Climate change is a case in point for the necessity of working towards a sustainable development; towards the achievement of economic development and social justice within the non-negotiable ecological limits of our planet. According to even the most conservative estimates of the Intergovernmental Panel on Climate Change, business as usual will most probably lead to climate change of a magnitude to which we cannot adapt, or to which we can only adapt to at extremely high costs. Runaway climate change involves a high risk of severe environmental, social and economic consequences, and the challenge of climate change needs to be dealt with on all those levels, both in terms of mitigating as much as possible, and adapting to that which cannot be avoided.
Climate change is not the only crisis we face. There is a convergence of crises. We have the financial crises; the loss of biodiversity threatening the stability of our ecosystems; the peaking of fossil energy sources and the harsh brutality of tens of thousands of people dying every day for poverty-related reasons. In the aftermath of one financial crisis and furious effort to try to avoid a new full-blown crisis, the attention of the world leaders is on stimulating growth and getting back onto a track of business as usual.

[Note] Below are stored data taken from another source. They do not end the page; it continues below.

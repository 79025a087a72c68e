//! Plate batches (preprocessing and diagnostics for plates): from the
//! spectra of one plate and its plate map to per-well and per-sample
//! results.
//!
//! In: a [`PlateSpectra`], the plate's map entries, a [`Models`] cache of
//! fitted designs and [`BatchOptions`]. Out: a [`PlateResult`].
//!
//! For each plate:
//!
//! 1. **Blank**: the blank wells' spectra are averaged point by point,
//!    A_blank(λ) = mean over blank wells, and subtracted from every other
//!    well. A blank well whose mean absorbance over the fitted range is an
//!    outlier among the blanks (Grubbs' test, see [`stats`]) is named and
//!    left out of the average. A blank with a saturated reading is not used.
//! 2. **Pathlength** per well, in this order: the map's `pathlength_cm`;
//!    else, with the water-band method, l = (A(977 nm) − A(900 nm)) / k
//!    from the well's own reading before blank subtraction (the plate's own
//!    absorbance is nearly flat between the two and cancels), with k the
//!    difference for a 1 cm water path, 0.18 AU/cm at room temperature by
//!    default (common practice, value recalled from memory; it depends on
//!    temperature, so it is an option); else `--pathlength-cm`.
//! 3. **Fit** of the blank-corrected spectrum with the engine,
//!    A(λ) − A_blank(λ) = l·Σ εᵢ(λ)·cᵢ + baseline(λ). Saturated readings
//!    (overflow markers in the input) are left out of the fit and the well
//!    is flagged [`FLAG_SATURATED`].
//! 4. **Dilution**: the concentration in the specimen is cᵢ × dilution.
//! 5. **Replicates**: wells of the plate with the same role and sample name
//!    are replicates. Per component, Grubbs' test (two-sided, α =
//!    [`BatchOptions::outlier_alpha`]) looks for one well that disagrees
//!    with the rest; it is flagged [`FLAG_REPLICATE_OUTLIER`] only when it
//!    also differs from the mean of the others by more than
//!    [`OUTLIER_MIN_STD_ERRORS`] of its own standard errors (so that values
//!    at zero, or a spread far below the fit's own uncertainty, raise no
//!    flag). A flagged well is left out of that sample's statistics for
//!    every component unless [`BatchOptions::keep_outliers`]. Mean, SD and
//!    CV% are of the specimen's (undiluted) concentrations.

mod blank;
mod models;
mod plate;
mod replicates;
pub mod run;
pub mod stats;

Getting back on track with economic growth and business as usual is a postponement of the necessary focus on dealing with climate change and other overriding environmental concerns - a postponement that may turn out to be highly detrimental to our chances of achieving a sustainable global society; financially, socially and environmentally. This paper discusses the role of companies and the role of the law regulating companies as a response the challenges the convergence of crises poses, and presents tentative results of research carried out in the international research project 'Sustainable Companies'.